- [HOW TO COMPLETE THIS TASK]:
Each entry that appears below should be restated word for word.

Source records
━━━━━━━━━━━━━━━━
/* A button that is let go of, and others than the first, mean nothing: news come all the same. */
START_TEST(other_mouse_events)
{
    static const char *const events[] = {"\033[<0;21;9m",  "\033[<1;21;9M",   "\033[<1;21;9m",
                                         "\033[<2;21;9M",  "\033[<2;21;9m",   "\033[<66;21;9M",
                                         "\033[<67;21;9M", "\033[<128;21;9M", "\033[<128;21;9m"};
    tty t;
    begin(&t);
    tty_send(&t, "\033[<0;21;9M");
    tty_wait(&t, "> current");
    for (int i = 0; i < COUNT(events); i++) {
        tty_send(&t, events[i]);
        tty_pump(&t, 50);
        tty_size(&t, 25 + i, 90); /* is seen without a key */
        tty_wait_row(&t, 24 + i, "? help");
        ck_assert_msg(tty_shows(&t, "> current        2 uA"), "%s", events[i]);
    }
    leave(&t);
}
END_TEST

START_TEST(what_it_would_take)
{
    tty t;
    begin(&t);
    tty_type(&t, "<Tab>w");
    tty_wait(&t, "WHAT WOULD IT TAKE");
    tty_type(&t, "0.3 h<Down><Right>");
    tty_wait(&t, "< current >");
    tty_wait(&t, "Enter takes it");
    tty_wait(&t, "0.3000 ");
    tty_type(&t, "<Escape>");
    tty_wait_gone(&t, "WHAT WOULD");
    tty_wait_row(&t, 0, "saved");
    tty_type(&t, "0.5");
    tty_wait(&t, "Enter takes it");
    tty_type(&t, "<Enter>");
    tty_wait(&t, "taken: settings.low-1.");
    tty_wait_row(&t, 0, "1 unsaved");
    leave_unsaved(&t);
}
END_TEST

/* A text under | gains a line and loses one; all the rest is as it was. */
START_TEST(texts_have_lines)
{
    tty t;
    begin(&t);
    char *before = tty_read(&t, "plan.yaml");
    look_for(&t, "notes");
    tty_type(&t, "<Enter>");
    tty_wait(&t, "TEXT notes");
    tty_wait(&t, "Tab new line");
    tty_type(&t, "<Tab>Bring a spare cell.");
    tty_wait(&t, "Bring a spare cell.");
    tty_type(&t, "<Enter>");
    tty_wait_gone(&t, "TEXT notes");
    tty_wait_row(&t, 0, "1 unsaved");
    save(&t);
    file_has(&t, "polarisation varies.\n  Bring a spare cell.\n\nbeam:");
    tty_type(&t, "<Enter>");
    tty_wait(&t, "Bring a spare cell.");
    for (int i = 0; i < 20; i++)
        tty_type(&t, "<Rubout>");
    tty_type(&t, "<Enter>");
    tty_wait_gone(&t, "TEXT notes");
    save(&t);
    char *after = tty_read(&t, "plan.yaml");
    ck_assert_str_eq(before, after);
    free(before);
    free(after);
    leave(&t);
}
END_TEST

/* What is pasted commands nothing: lines of it are no keys, wherever the focus is. */
START_TEST(pastes)
{
    tty t;
    begin(&t);
    tty_paste(&t, "rdq\rs\r");
    tty_wait(&t, "what is pasted is text for a value");
    look_for(&t, "current");
    tty_type(&t, "<Enter><Rubout><Rubout><Rubout><Rubout>");
    tty_paste(&t, "4\ruA\r");
    tty_wait(&t, "PROVISIONAL");
    tty_type(&t, "<Enter>");
    tty_wait_row(&t, 0, "1 unsaved");
    look_for(&t, "notes");
    tty_type(&t, "<Enter><Tab>");
    tty_paste(&t, "one\rtwo\tthree\r");
    tty_wait(&t, "two three");
    tty_type(&t, "<Enter>");
    tty_wait_gone(&t, "TEXT notes");
    save(&t);
    file_has(&t, "current: 4 uA\n");
    file_has(&t, "varies.\n  one\n  two three\n\nbeam:");
    tty_type(&t, "<Enter>");
    bh_text much = {0};
    for (int i = 0; i < 20000; i++)
        bh_text_append(&much, "word ");
    tty_paste(&t, much.bytes); /* more than fits */
    tty_type(&t, "<Escape>");
    tty_wait_gone(&t, "TEXT notes");
    bh_text_free(&much);
    leave(&t);
}
END_TEST

/* The marks around what is pasted come in pieces, as on a slow line, or the last one not at all. */
START_TEST(pastes_in_pieces)
{
    tty t;
    begin(&t);
    look_for(&t, "current");
    tty_type(&t, "<Enter><Rubout><Rubout><Rubout><Rubout>");
    tty_wait(&t, "[  ");
    tty_send(&t, "\033[200~4 u");
    tty_wait(&t, "[4 u ");
    tty_send(&t, "A\033[2");
    tty_wait(&t, "[4 uA ");
    tty_pump(&t, 100); /* or the mark might come in one piece */
    tty_type(&t, "01~<Enter>");
    tty_wait_row(&t, 0, "1 unsaved");
    tty_type(&t, "<Enter><Rubout><Rubout><Rubout><Rubout>");
    tty_wait(&t, "[  ");
    tty_send(&t, "\033[200~5 uA\rq");
    tty_wait(&t, "[5 uA q ");
    tty_wait(&t, "unknown unit 'q'"); /* it is tried out, and keys are keys again */
    tty_type(&t, "<Rubout><Rubout><Enter>");
    tty_wait_row(&t, 0, "2 unsaved");
    save(&t);
    file_has(&t, "current: 5 uA\n");
    leave(&t);
}
END_TEST

/* What waits to be read while the program is busy for long is still pasted. */
START_TEST(pastes_to_a_busy_program)
{
    tty t;
    const struct timespec busy = {2, 200000000};
    begin(&t);
    look_for(&t, "current");
    tty_type(&t, "<Enter><Rubout><Rubout><Rubout><Rubout>");
    tty_send(&t, "\033[200~4 u");
    tty_wait(&t, "[4 u ");
    ck_assert_int_eq(kill(t.child, SIGSTOP), 0);
    tty_type(&t, "A\rqw");
    nanosleep(&busy, NULL);
    ck_assert_int_eq(kill(t.child, SIGCONT), 0);
    tty_wait(&t, "[4 uA qw ");
    tty_send(&t, "\033[201~");
    tty_type(&t, "<Escape>");
    tty_wait_gone(&t, "[4 uA");
    leave(&t);
}
END_TEST

START_TEST(begins_without_a_plan)
{
    tty t;
    tty_folder(&t, NULL);
    tty_run(&t, &(tty_start){.rows = 24});
    tty_wait(&t, "BEGIN WITH A PLAN");
    tty_wait(&t, "hydrogen-separation");
    tty_type(&t, "my-plan<Enter>");
    tty_wait(&t, "scan.3");
    tty_wait_row(&t, 0, "new");
    tty_type(&t, "s");
    tty_wait(&t, "saved in my-plan.yaml");
    ck_assert(tty_exists(&t, "my-plan.yaml"));
    leave(&t);
}
END_TEST

int main(void)
{
    TCase *tests = tcase_create("terminal");
    tcase_set_timeout(tests, tty_limit());
    tcase_add_test(tests, edits_live_and_saves);
    tcase_add_test(tests, says_what_is_wrong);
    tcase_add_test(tests, takes_back_and_does_again);
    tcase_add_test(tests, changes_lists);
    tcase_add_test(tests, function_keys);
    tcase_add_test(tests, orders_and_pins);
    tcase_add_test(tests, chooses);
    tcase_add_test(tests, explains_and_shows);
    tcase_add_test(tests, resizes);
    tcase_add_test(tests, plain_letters);
    tcase_add_test(tests, no_colours);
    tcase_add_test(tests, mouse);
    tcase_add_test(tests, other_mouse_events);
    tcase_add_test(tests, what_it_would_take);
    tcase_add_test(tests, texts_have_lines);
    tcase_add_test(tests, pastes);
    tcase_add_test(tests, pastes_in_pieces);
    tcase_add_test(tests, pastes_to_a_busy_program);
    tcase_add_test(tests, begins_without_a_plan);
    return run_suite("terminal", tests);
}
━━━━━━━━━━━━━━━━
- [WRITTEN SOLUTION]:
/* A button that is let go of, and others than the first, mean nothing: news come all the same. */
START_TEST(other_mouse_events)
{
    static const char *const events[] = {"\033[<0;21;9m",  "\033[<1;21;9M",   "\033[<1;21;9m",
                                         "\033[<2;21;9M",  "\033[<2;21;9m",   "\033[<66;21;9M",
                                         "\033[<67;21;9M", "\033[<128;21;9M", "\033[<128;21;9m"};
    tty t;
    begin(&t);
    tty_send(&t, "\033[<0;21;9M");
    tty_wait(&t, "> current");
    for (int i = 0; i < COUNT(events); i++) {
        tty_send(&t, events[i]);
        tty_pump(&t, 50);
        tty_size(&t, 25 + i, 90); /* is seen without a key */
        tty_wait_row(&t, 24 + i, "? help");
        ck_assert_msg(tty_shows(&t, "> current        2 uA"), "%s", events[i]);
    }
    leave(&t);
}
END_TEST

START_TEST(what_it_would_take)
{
    tty t;
    begin(&t);
    tty_type(&t, "<Tab>w");
    tty_wait(&t, "WHAT WOULD IT TAKE");
    tty_type(&t, "0.3 h<Down><Right>");
    tty_wait(&t, "< current >");
    tty_wait(&t, "Enter takes it");
    tty_wait(&t, "0.3000 ");
    tty_type(&t, "<Escape>");
    tty_wait_gone(&t, "WHAT WOULD");
    tty_wait_row(&t, 0, "saved");
    tty_type(&t, "0.5");
    tty_wait(&t, "Enter takes it");
    tty_type(&t, "<Enter>");
    tty_wait(&t, "taken: settings.low-1.");
    tty_wait_row(&t, 0, "1 unsaved");
    leave_unsaved(&t);
}
END_TEST

/* A text under | gains a line and loses one; all the rest is as it was. */
START_TEST(texts_have_lines)
{
    tty t;
    begin(&t);
    char *before = tty_read(&t, "plan.yaml");
    look_for(&t, "notes");
    tty_type(&t, "<Enter>");
    tty_wait(&t, "TEXT notes");
    tty_wait(&t, "Tab new line");
    tty_type(&t, "<Tab>Bring a spare cell.");
    tty_wait(&t, "Bring a spare cell.");
    tty_type(&t, "<Enter>");
    tty_wait_gone(&t, "TEXT notes");
    tty_wait_row(&t, 0, "1 unsaved");
    save(&t);
    file_has(&t, "polarisation varies.\n  Bring a spare cell.\n\nbeam:");
    tty_type(&t, "<Enter>");
    tty_wait(&t, "Bring a spare cell.");
    for (int i = 0; i < 20; i++)
        tty_type(&t, "<Rubout>");
    tty_type(&t, "<Enter>");
    tty_wait_gone(&t, "TEXT notes");
    save(&t);
    char *after = tty_read(&t, "plan.yaml");
    ck_assert_str_eq(before, after);
    free(before);
    free(after);
    leave(&t);
}
END_TEST

/* What is pasted commands nothing: lines of it are no keys, wherever the focus is. */
START_TEST(pastes)
{
    tty t;
    begin(&t);
    tty_paste(&t, "rdq\rs\r");
    tty_wait(&t, "what is pasted is text for a value");
    look_for(&t, "current");
    tty_type(&t, "<Enter><Rubout><Rubout><Rubout><Rubout>");
    tty_paste(&t, "4\ruA\r");
    tty_wait(&t, "PROVISIONAL");
    tty_type(&t, "<Enter>");
    tty_wait_row(&t, 0, "1 unsaved");
    look_for(&t, "notes");
    tty_type(&t, "<Enter><Tab>");
    tty_paste(&t, "one\rtwo\tthree\r");
    tty_wait(&t, "two three");
    tty_type(&t, "<Enter>");
    tty_wait_gone(&t, "TEXT notes");
    save(&t);
    file_has(&t, "current: 4 uA\n");
    file_has(&t, "varies.\n  one\n  two three\n\nbeam:");
    tty_type(&t, "<Enter>");
    bh_text much = {0};
    for (int i = 0; i < 20000; i++)
        bh_text_append(&much, "word ");
    tty_paste(&t, much.bytes); /* more than fits */
    tty_type(&t, "<Escape>");
    tty_wait_gone(&t, "TEXT notes");
    bh_text_free(&much);
    leave(&t);
}
END_TEST

/* The marks around what is pasted come in pieces, as on a slow line, or the last one not at all. */
START_TEST(pastes_in_pieces)
{
    tty t;
    begin(&t);
    look_for(&t, "current");
    tty_type(&t, "<Enter><Rubout><Rubout><Rubout><Rubout>");
    tty_wait(&t, "[  ");
    tty_send(&t, "\033[200~4 u");
    tty_wait(&t, "[4 u ");
    tty_send(&t, "A\033[2");
    tty_wait(&t, "[4 uA ");
    tty_pump(&t, 100); /* or the mark might come in one piece */
    tty_type(&t, "01~<Enter>");
    tty_wait_row(&t, 0, "1 unsaved");
    tty_type(&t, "<Enter><Rubout><Rubout><Rubout><Rubout>");
    tty_wait(&t, "[  ");
    tty_send(&t, "\033[200~5 uA\rq");
    tty_wait(&t, "[5 uA q ");
    tty_wait(&t, "unknown unit 'q'"); /* it is tried out, and keys are keys again */
    tty_type(&t, "<Rubout><Rubout><Enter>");
    tty_wait_row(&t, 0, "2 unsaved");
    save(&t);
    file_has(&t, "current: 5 uA\n");
    leave(&t);
}
END_TEST

/* What waits to be read while the program is busy for long is still pasted. */
START_TEST(pastes_to_a_busy_program)
{
    tty t;
    const struct timespec busy = {2, 200000000};
    begin(&t);
    look_for(&t, "current");
    tty_type(&t, "<Enter><Rubout><Rubout><Rubout><Rubout>");
    tty_send(&t, "\033[200~4 u");
    tty_wait(&t, "[4 u ");
    ck_assert_int_eq(kill(t.child, SIGSTOP), 0);
    tty_type(&t, "A\rqw");
    nanosleep(&busy, NULL);
    ck_assert_int_eq(kill(t.child, SIGCONT), 0);
    tty_wait(&t, "[4 uA qw ");
    tty_send(&t, "\033[201~");
    tty_type(&t, "<Escape>");
    tty_wait_gone(&t, "[4 uA");
    leave(&t);
}
END_TEST

START_TEST(begins_without_a_plan)
{
    tty t;
    tty_folder(&t, NULL);
    tty_run(&t, &(tty_start){.rows = 24});
    tty_wait(&t, "BEGIN WITH A PLAN");
    tty_wait(&t, "hydrogen-separation");
    tty_type(&t, "my-plan<Enter>");
    tty_wait(&t, "scan.3");
    tty_wait_row(&t, 0, "new");
    tty_type(&t, "s");
    tty_wait(&t, "saved in my-plan.yaml");
    ck_assert(tty_exists(&t, "my-plan.yaml"));
    leave(&t);
}
END_TEST

int main(void)
{
    TCase *tests = tcase_create("terminal");
    tcase_set_timeout(tests, tty_limit());
    tcase_add_test(tests, edits_live_and_saves);
    tcase_add_test(tests, says_what_is_wrong);
    tcase_add_test(tests, takes_back_and_does_again);
    tcase_add_test(tests, changes_lists);
    tcase_add_test(tests, function_keys);
    tcase_add_test(tests, orders_and_pins);
    tcase_add_test(tests, chooses);
    tcase_add_test(tests, explains_and_shows);
    tcase_add_test(tests, resizes);
    tcase_add_test(tests, plain_letters);
    tcase_add_test(tests, no_colours);
    tcase_add_test(tests, mouse);
    tcase_add_test(tests, other_mouse_events);
    tcase_add_test(tests, what_it_would_take);
    tcase_add_test(tests, texts_have_lines);
    tcase_add_test(tests, pastes);
    tcase_add_test(tests, pastes_in_pieces);
    tcase_add_test(tests, pastes_to_a_busy_program);
    tcase_add_test(tests, begins_without_a_plan);
    return run_suite("terminal", tests);
}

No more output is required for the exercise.